I love the little coda about how the historical record fails us in practically every respect – its shrug of the shoulders. And the rueful laugh (ironic in the Alanis Morissette sense) at Zante’s being the very island ‘on which the tar was dredged / that failed to protect the ship’. The poem’s diminuendo ending reminds me of the shaggy dog story: that species of joke where all the prolonged and feverish build-up fizzles out in a punchline that deliberately isn’t a punchline. Hey, at least we know it happened in October.

A nothing to do with God

by Caleb Klaces

1996, at the bus stop, my friend, mouth brown with Marmite
          and the paler brown of nicotine,
dressed up for the last, non-uniform, day of term
          in a Kappa tracksuit brought back from Zante,
electric blue with silver trim, asked hadn’t my dad once
          been a pope or something?

*

I liked the idea of the Sistine Chapel, that it had been larger
          than Michelangelo’s life. Larger than
a football pitch. Too large to take in? I asked my father,
          wanting him to nod his head solemnly.
It’s still a general rule, that things should be larger
          than they are here, him older then

than he is now. And what an idea
          that a day could be ruined. The morning was still
as it had been before I kicked my sister
          under the train table coming home
from the old bombed Coventry Cathedral. In the new one

          there is a photograph of two charred beams
that fell in such a way as to resemble a crucifix.
          And there is the crucifix hung on the wall
like one charred beam fallen on another.

          My father said nothing to do with God
but looked intently towards nothing in particular
          above the altar as he gave us coins
to drop in the model of the cathedral
          inside the cathedral.

*

Not yet thirty and already a star, Andreas Vesalius
          renounced the study of anatomy.
No longer should I willingly spend long hours
          in the Cemetery of the Innocents
turning over bones, nor to Montfaucon to look at bones.
          Nor should I care to be locked out of Louvain
so that I might take away bones from the gibbet.

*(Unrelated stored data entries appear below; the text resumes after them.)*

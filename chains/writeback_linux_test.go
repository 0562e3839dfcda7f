//go:build linux

package chains

import (
	"errors"
	"os"
	"path/filepath"
	"syscall"
	"testing"
)

// TestNewWriteback: on a regular file the writeback succeeds without an
// fsync and leaves the file as it was, again and again; on a pipe, which
// sync_file_range(2) refuses with ESPIPE (the Linux man-pages), it falls
// back to fsync, whose error for a pipe is EINVAL (fsync(2)), from then on.
func TestNewWriteback(t *testing.T) {
	p := filepath.Join(t.TempDir(), "c.csv")
	f, err := os.Create(p)
	if err != nil {
		t.Fatal(err)
	}
	defer f.Close()
	var fsyncs int
	counted := func(f *os.File) func() error {
		return func() error { fsyncs++; return f.Sync() }
	}
	wb := newWriteback(f, counted(f))
	want := []byte("# a,b\n1,2\n")
	for i := range 3 {
		if _, err := f.Write(want[len(want)*i/3 : len(want)*(i+1)/3]); err != nil {
			t.Fatal(err)
		}
		if err := wb(); err != nil {
			t.Fatalf("writeback %d of a regular file: %v", i, err)
		}
	}
	if fsyncs != 0 {
		t.Fatalf("%d fsyncs for the writebacks of a regular file, want none", fsyncs)
	}
	if got, err := os.ReadFile(p); err != nil || string(got) != string(want) {
		t.Fatalf("file after the writebacks: %q, %v; want %q", got, err, want)
	}

	pr, pw, err := os.Pipe()
	if err != nil {
		t.Fatal(err)
	}
	defer pr.Close()
	defer pw.Close()
	wb = newWriteback(pw, counted(pw))
	for i := range 2 {
		if err := wb(); !errors.Is(err, syscall.EINVAL) || fsyncs != i+1 {
			t.Fatalf("writeback %d of a pipe: %v after %d fsyncs, want fsync's EINVAL after %d", i, err, fsyncs, i+1)
		}
	}
}
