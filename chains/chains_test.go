package chains

import (
	"bytes"
	"encoding/binary"
	"encoding/json"
	"errors"
	"io"
	"math"
	"os"
	"path/filepath"
	"reflect"
	"strconv"
	"strings"
	"testing"
	"time"
)

func TestWriteFileAtomic(t *testing.T) {
	dir := t.TempDir()
	p := filepath.Join(dir, "out.txt")
	write := func(s string) func(io.Writer) error {
		return func(w io.Writer) error { _, err := io.WriteString(w, s); return err }
	}
	if err := WriteFileAtomic(p, write("first\n")); err != nil {
		t.Fatal(err)
	}
	if err := os.Chmod(p, 0o600); err != nil {
		t.Fatal(err)
	}
	if err := WriteFileAtomic(p, write("second\n")); err != nil {
		t.Fatal(err)
	}
	if b, _ := os.ReadFile(p); string(b) != "second\n" {
		t.Errorf("content %q, want second", b)
	}
	if st, _ := os.Stat(p); st.Mode().Perm() != 0o600 {
		t.Errorf("mode %v, want the replaced file's 0600", st.Mode().Perm())
	}
	// A failing writer leaves the old file and no temporary behind.
	boom := errors.New("boom")
	err := WriteFileAtomic(p, func(w io.Writer) error {
		io.WriteString(w, "partial")
		return boom
	})
	if !errors.Is(err, boom) || !strings.HasPrefix(err.Error(), "chains: ") {
		t.Errorf("error %v, want wrapped boom", err)
	}
	if b, _ := os.ReadFile(p); string(b) != "second\n" {
		t.Errorf("after failed write: content %q", b)
	}
	ents, _ := os.ReadDir(dir)
	if len(ents) != 1 {
		t.Errorf("directory holds %d entries after a failed write, want 1", len(ents))
	}
	if err := WriteFileAtomic(filepath.Join(dir, "no", "such", "dir"), write("x")); err == nil {
		t.Error("write into a missing directory succeeded")
	}
}

var cols = []string{"step", "walker", "ln_post", "ln_like", "log10_A", "gamma"}

func row(step, walker int) []float64 {
	x := float64(step*7 + walker)
	return []float64{float64(step), float64(walker), -0.1 * x, math.Sqrt(x), -15 + 1/(x+3), 13.0 / 3}
}
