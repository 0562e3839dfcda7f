package fitrun

import (
	"fmt"
	"time"

	"tautline/internal/budget"
	"tautline/sampler"
)

// chainValueBytes is the room one value takes in chain.csv: the shortest
// decimal that reads back to the same float64 has at most 17 significant
// digits, a sign, a point, an exponent such as e-308 and the comma; 21
// bytes is the typical width of a sampled value (an integer step or walker
// index takes less).
const chainValueBytes = 21

// LongRun is the estimated sampling time above which a run without
// checkpoints is warned about: a kill would lose all of it.
const LongRun = 10 * time.Minute

// Footprint is the sampler's size estimate for a fit of dim free
// parameters under s.
func (s Settings) Footprint(dim int) sampler.Footprint {
	return sampler.Footprint{Walkers: s.Sampler.Walkers, Dim: dim, Rungs: max(len(s.Sampler.Betas), 1), Steps: s.Steps}
}

// ChainBytes estimates the length of chain.csv after s.Steps steps: one
// row per walker and step holding step, walker, ln_post, ln_like and the
// dim parameters.
func (s Settings) ChainBytes(dim int) float64 {
	return float64(s.Steps) * float64(s.Sampler.Walkers) * float64(dim+4) * chainValueBytes
}

// CheckSize refuses a ladder of more than sampler.MaxRungs rungs, and settings whose fit would need more memory than
// caps.Memory (the estimate is sampler.Footprint.Peak: the ensemble and
// three copies of the history, walkers x steps x (parameters +
// temperatures) x 8 bytes, since encoding the checkpoint copies it twice),
// or more disk than caps.Disk for chain.csv and the checkpoint. The error
// wraps budget.ErrTooLarge, gives the estimate and names the options.
func (s Settings) CheckSize(dim int, caps budget.Caps) error {
	f := s.Footprint(dim)
	if f.Rungs > sampler.MaxRungs {
		return fmt.Errorf("%w: --temperatures %d is more than the %d rungs a ladder may have", budget.ErrTooLarge, f.Rungs, sampler.MaxRungs)
	}
	what := fmt.Sprintf("--walkers %d x --temperatures %d x --steps %d with %d parameters", f.Walkers, f.Rungs, f.Steps, dim)
	if err := caps.CheckMemory(f.Peak(), what); err != nil {
		return fmt.Errorf("%w; the sampler keeps walkers x steps x (parameters + temperatures) x 8 bytes of history, copied twice while a checkpoint is written: lower --walkers, --steps or --temperatures", err)
	}
	if err := caps.CheckDisk(s.ChainBytes(dim)+f.Checkpoint(), what); err != nil {
		return fmt.Errorf("%w (chain.csv holds a row of %d values per walker and step, and the checkpoint the history): lower --walkers or --steps, or choose another --out", err, dim+4)
	}
	return nil
}

// warnLong warns, through rep.Warnf, when a run without checkpoints is
// estimated to sample for longer than LongRun; perEval is the measured
// time of one density evaluation.
func (s Settings) warnLong(dim int, perEval time.Duration, done int) {
	if s.CheckpointEvery > 0 || s.Reporter.Warnf == nil || perEval <= 0 {
		return
	}
	f := s.Footprint(dim)
	f.Steps = max(s.Steps-done, 0)
	est := f.Evaluations() * perEval.Seconds()
	if est > LongRun.Seconds() {
		s.Reporter.Warnf("no checkpoints (--checkpoint-every 0): %.3g density evaluations of about %v each, some %.3g hours on one core; a kill loses the whole run",
			f.Evaluations(), perEval, est/3600)
	}
}

// checkpointSlack is the room a checkpoint limit leaves above the
// sampler's encoding: rundir's framing (magic, two lengths, CRC: 36 bytes)
// and the fingerprint string, with a wide margin.
const checkpointSlack = 1 << 20

// checkpointLimit is the largest checkpoint.bin that s can have written:
// twice the sampler's bound (which does not depend on the steps, since the
// history is read back from the chain) plus checkpointSlack.
func (s Settings) checkpointLimit(dim int) int64 {
	b := 2*s.Footprint(dim).Checkpoint() + checkpointSlack
	if b > 1<<62 {
		return 1 << 62
	}
	return int64(b)
}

          But he could not entirely stop
and never failed to visit any nearby medical school,
          nor to inspect the bodies on the battlefield.

*

My father hitch-hiked to Israel in 1960
          and took notes. As the train pulled out
of the station, he realised that his bag was gone.
          Would he still have become a priest,
and then not one, he asks me, if he had returned
          from Israel and Naples and Belgrade
with his notebooks – if he had
          had, after repatriation from Rotterdam
by boat, his own account of himself?

*

          Bound for Venice, after his trip
to the Holy Land, the reasons for which are lost,
          in 1564, a storm took apart his boat
and with its remains Vesalius was washed up on Zakynthos,
          the island on which the tar was dredged
that failed to protect the ship, and which is known now
          by British tourists as Zante.

Where precisely he landed is not known, nor do we know
          where he was buried, by whom.
There seems little doubt, at least,
          that this was in the month of October.

From Bottled Air (Eyewear, 2013). Reproduced with permission of the author.